import express, { type Request, type Response, Router } from 'express';
import { PAGE_HEADERS } from '../common/html';
import { outcomeOf, readCardNumber } from './cards';
import { expireOverdue } from './checkout';
import type { Context } from './context';
import { pay } from './pay';
import { closedPage, payPage } from './pay-page';
import { isFields } from './params';
import type { Session } from './shapes';

/** The hosted page the payer is sent to. */
export function payPageRoutes(context: Context): Router {
  const router = Router();
  router.use((_request, response, next) => {
    response.set(PAGE_HEADERS);
    next();
  });
  router.get('/:id', (request, response) => {
    const session = openSession(context, request, response);
    if (session) show(context, response, session, 200);
  });
  router.post('/:id', express.urlencoded({ extended: false, limit: '8kb' }), (request, response) => {
    const session = openSession(context, request, response);
    if (session) answer(context, session, request.body, response);
  });
  return router;
}

function answer(context: Context, session: Session, form: unknown, response: Response): void {
  if (field(form, 'choice') === 'back')
    return response.redirect(303, session.cancel_url ?? `/pay/${session.id}`);
  const typed = field(form, 'card');
  const number = readCardNumber(typed);
  if (number === undefined)
    return show(context, response, session, 422, { typed, error: 'Check the card number.' });
  const outcome = outcomeOf(number);
  pay(context, session, outcome);
  context.store.save();
  if (outcome.kind === 'declined')
    return show(context, response, session, 402, { typed, error: outcome.failure.message });
  response.redirect(303, returnUrl(session));
}

/** The session, if it can still be paid; otherwise the reader is told why not. */
function openSession(
  context: Context,
  request: Request<{ id: string }>,
  response: Response,
): Session | undefined {
  expireOverdue(context);
  const session = context.store.sessions.get(request.params.id);
  if (session?.status === 'open') return session;
  if (!session) response.status(404).send(closedPage('There is no such payment.'));
  else if (session.status === 'complete')
    response.status(409).send(closedPage('This payment was made.', onwards(session)));
  else response.status(410).send(closedPage('The time to pay has run out.', back(session)));
  return undefined;
}

const onwards = (session: Session) => ({ url: returnUrl(session), label: 'Continue' });

const back = (session: Session) =>
  session.cancel_url ? { url: session.cancel_url, label: 'Go back' } : undefined;

const returnUrl = (session: Session) => session.success_url.replaceAll('{CHECKOUT_SESSION_ID}', session.id);

function show(
  context: Context,
  response: Response,
  session: Session,
  status: number,
  again: { typed?: string; error?: string } = {},
): void {
  const lines = context.store.baskets.get(session.id)?.lines ?? [];
  response.status(status).send(payPage({ session, lines, ...again }));
}

function field(form: unknown, name: string): string {
  const value = isFields(form) ? form[name] : undefined;
  return typeof value === 'string' ? value : '';
}
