import type { CardFailure, CardOutcome } from './cards';
import { newCharge } from './charge';
import type { Context } from './context';
import { newId, nowSeconds } from './ids';
import type { Intent, Session } from './shapes';
import { put } from './store';
import { writeChargeTransaction } from './transactions';

/** What the payer did, for the open `session`; the outcome was read from the card number. */
export function pay(context: Context, session: Session, outcome: CardOutcome): void {
  const intent = intentFor(context, session);
  if (outcome.kind === 'declined') return refuse(context, intent, outcome.failure);
  intent.payment_method = newId('pm');
  intent.last_payment_error = null;
  session.status = 'complete';
  if (outcome.kind === 'late') return startLate(context, session, intent, outcome.failure);
  settle(context, session, intent);
  context.emit('checkout.session.completed', session);
}

function startLate(context: Context, session: Session, intent: Intent, failure?: CardFailure): void {
  intent.status = 'processing';
  put(context.store.latePayments, { id: session.id, dueAtMs: Date.now() + context.settings.lateMs, failure });
  context.emit('payment_intent.processing', intent);
  context.emit('checkout.session.completed', session);
  context.confirmLater(session.id);
}

/** The bank's late answer. Asked a second time for the same session it does nothing. */
export function finishLate(context: Context, sessionId: string): void {
  const late = context.store.latePayments.get(sessionId);
  const session = context.store.sessions.get(sessionId);
  if (!late || !session) return;
  context.store.latePayments.delete(sessionId);
  const intent = intentFor(context, session);
  if (late.failure) refuse(context, intent, late.failure);
  else settle(context, session, intent);
  context.emit(`checkout.session.async_payment_${late.failure ? 'failed' : 'succeeded'}`, session);
}

function settle(context: Context, session: Session, intent: Intent): void {
  const charge = put(context.store.charges, newCharge(intent));
  charge.balance_transaction = writeChargeTransaction(context, charge).id;
  intent.latest_charge = charge.id;
  intent.amount_received = intent.amount;
  intent.status = 'succeeded';
  session.payment_status = 'paid';
  context.emit('charge.succeeded', charge);
  context.emit('payment_intent.succeeded', intent);
}

function refuse(context: Context, intent: Intent, failure: CardFailure): void {
  const charge = put(context.store.charges, newCharge(intent, failure));
  intent.latest_charge = charge.id;
  intent.payment_method = null;
  intent.status = 'requires_payment_method';
  intent.last_payment_error = {
    type: 'card_error',
    charge: charge.id,
    code: failure.code,
    decline_code: failure.declineCode,
    message: failure.message,
  };
  context.emit('charge.failed', charge);
  context.emit('payment_intent.payment_failed', intent);
}

/** A session has no payment intent until somebody first tries to pay. */
function intentFor(context: Context, session: Session): Intent {
  const known =
    session.payment_intent === null ? undefined : context.store.intents.get(session.payment_intent);
  if (known) return known;
  const intent = put(context.store.intents, newIntent(context, session));
  session.payment_intent = intent.id;
  context.emit('payment_intent.created', intent);
  return intent;
}

function newIntent(context: Context, session: Session): Intent {
  const given = context.store.baskets.get(session.id)?.intent;
  return {
    id: newId('pi'),
    object: 'payment_intent',
    amount: session.amount_total,
    amount_received: 0,
    created: nowSeconds(),
    currency: session.currency,
    customer: null,
    description: given?.description ?? null,
    last_payment_error: null,
    latest_charge: null,
    livemode: false,
    metadata: given?.metadata ?? {},
    payment_method: null,
    payment_method_types: ['card'],
    receipt_email: given?.receiptEmail ?? null,
    status: 'requires_payment_method',
  };
}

* * *

§ **Problem requirements**
Each record above should be returned exactly as written.

§ **Response area**
import express, { type Request, type Response, Router } from 'express';
import { PAGE_HEADERS } from '../common/html';
import { outcomeOf, readCardNumber } from './cards';
import { expireOverdue } from './checkout';
import type { Context } from './context';
import { pay } from './pay';
import { closedPage, payPage } from './pay-page';
import { isFields } from './params';
import type { Session } from './shapes';

/** The hosted page the payer is sent to. */
export function payPageRoutes(context: Context): Router {
  const router = Router();
  router.use((_request, response, next) => {
    response.set(PAGE_HEADERS);
    next();
  });
  router.get('/:id', (request, response) => {
    const session = openSession(context, request, response);
    if (session) show(context, response, session, 200);
  });
  router.post('/:id', express.urlencoded({ extended: false, limit: '8kb' }), (request, response) => {
    const session = openSession(context, request, response);
    if (session) answer(context, session, request.body, response);
  });
  return router;
}

function answer(context: Context, session: Session, form: unknown, response: Response): void {
  if (field(form, 'choice') === 'back')
    return response.redirect(303, session.cancel_url ?? `/pay/${session.id}`);
  const typed = field(form, 'card');
  const number = readCardNumber(typed);
  if (number === undefined)
    return show(context, response, session, 422, { typed, error: 'Check the card number.' });
  const outcome = outcomeOf(number);
  pay(context, session, outcome);
  context.store.save();
  if (outcome.kind === 'declined')
    return show(context, response, session, 402, { typed, error: outcome.failure.message });
  response.redirect(303, returnUrl(session));
}

/** The session, if it can still be paid; otherwise the reader is told why not. */
function openSession(
  context: Context,
  request: Request<{ id: string }>,
  response: Response,
): Session | undefined {
  expireOverdue(context);
  const session = context.store.sessions.get(request.params.id);
  if (session?.status === 'open') return session;
  if (!session) response.status(404).send(closedPage('There is no such payment.'));
  else if (session.status === 'complete')
    response.status(409).send(closedPage('This payment was made.', onwards(session)));
  else response.status(410).send(closedPage('The time to pay has run out.', back(session)));
  return undefined;
}

const onwards = (session: Session) => ({ url: returnUrl(session), label: 'Continue' });

const back = (session: Session) =>
  session.cancel_url ? { url: session.cancel_url, label: 'Go back' } : undefined;

const returnUrl = (session: Session) => session.success_url.replaceAll('{CHECKOUT_SESSION_ID}', session.id);

function show(
  context: Context,
  response: Response,
  session: Session,
  status: number,
  again: { typed?: string; error?: string } = {},
): void {
  const lines = context.store.baskets.get(session.id)?.lines ?? [];
  response.status(status).send(payPage({ session, lines, ...again }));
}

function field(form: unknown, name: string): string {
  const value = isFields(form) ? form[name] : undefined;
  return typeof value === 'string' ? value : '';
}
import type { CardFailure, CardOutcome } from './cards';
import { newCharge } from './charge';
import type { Context } from './context';
import { newId, nowSeconds } from './ids';
import type { Intent, Session } from './shapes';
import { put } from './store';
import { writeChargeTransaction } from './transactions';

/** What the payer did, for the open `session`; the outcome was read from the card number. */
export function pay(context: Context, session: Session, outcome: CardOutcome): void {
  const intent = intentFor(context, session);
  if (outcome.kind === 'declined') return refuse(context, intent, outcome.failure);
  intent.payment_method = newId('pm');
  intent.last_payment_error = null;
  session.status = 'complete';
  if (outcome.kind === 'late') return startLate(context, session, intent, outcome.failure);
  settle(context, session, intent);
  context.emit('checkout.session.completed', session);
}

function startLate(context: Context, session: Session, intent: Intent, failure?: CardFailure): void {
  intent.status = 'processing';
  put(context.store.latePayments, { id: session.id, dueAtMs: Date.now() + context.settings.lateMs, failure });
  context.emit('payment_intent.processing', intent);
  context.emit('checkout.session.completed', session);
  context.confirmLater(session.id);
}

/** The bank's late answer. Asked a second time for the same session it does nothing. */
export function finishLate(context: Context, sessionId: string): void {
  const late = context.store.latePayments.get(sessionId);
  const session = context.store.sessions.get(sessionId);
  if (!late || !session) return;
  context.store.latePayments.delete(sessionId);
  const intent = intentFor(context, session);
  if (late.failure) refuse(context, intent, late.failure);
  else settle(context, session, intent);
  context.emit(`checkout.session.async_payment_${late.failure ? 'failed' : 'succeeded'}`, session);
}

function settle(context: Context, session: Session, intent: Intent): void {
  const charge = put(context.store.charges, newCharge(intent));
  charge.balance_transaction = writeChargeTransaction(context, charge).id;
  intent.latest_charge = charge.id;
  intent.amount_received = intent.amount;
  intent.status = 'succeeded';
  session.payment_status = 'paid';
  context.emit('charge.succeeded', charge);
  context.emit('payment_intent.succeeded', intent);
}

function refuse(context: Context, intent: Intent, failure: CardFailure): void {
  const charge = put(context.store.charges, newCharge(intent, failure));
  intent.latest_charge = charge.id;
  intent.payment_method = null;
  intent.status = 'requires_payment_method';
  intent.last_payment_error = {
    type: 'card_error',
    charge: charge.id,
    code: failure.code,
    decline_code: failure.declineCode,
    message: failure.message,
  };
  context.emit('charge.failed', charge);
  context.emit('payment_intent.payment_failed', intent);
}

/** A session has no payment intent until somebody first tries to pay. */
function intentFor(context: Context, session: Session): Intent {
  const known =
    session.payment_intent === null ? undefined : context.store.intents.get(session.payment_intent);
  if (known) return known;
  const intent = put(context.store.intents, newIntent(context, session));
  session.payment_intent = intent.id;
  context.emit('payment_intent.created', intent);
  return intent;
}

function newIntent(context: Context, session: Session): Intent {
  const given = context.store.baskets.get(session.id)?.intent;
  return {
    id: newId('pi'),
    object: 'payment_intent',
    amount: session.amount_total,
    amount_received: 0,
    created: nowSeconds(),
    currency: session.currency,
    customer: null,
    description: given?.description ?? null,
    last_payment_error: null,
    latest_charge: null,
    livemode: false,
    metadata: given?.metadata ?? {},
    payment_method: null,
    payment_method_types: ['card'],
    receipt_email: given?.receiptEmail ?? null,
    status: 'requires_payment_method',
  };
}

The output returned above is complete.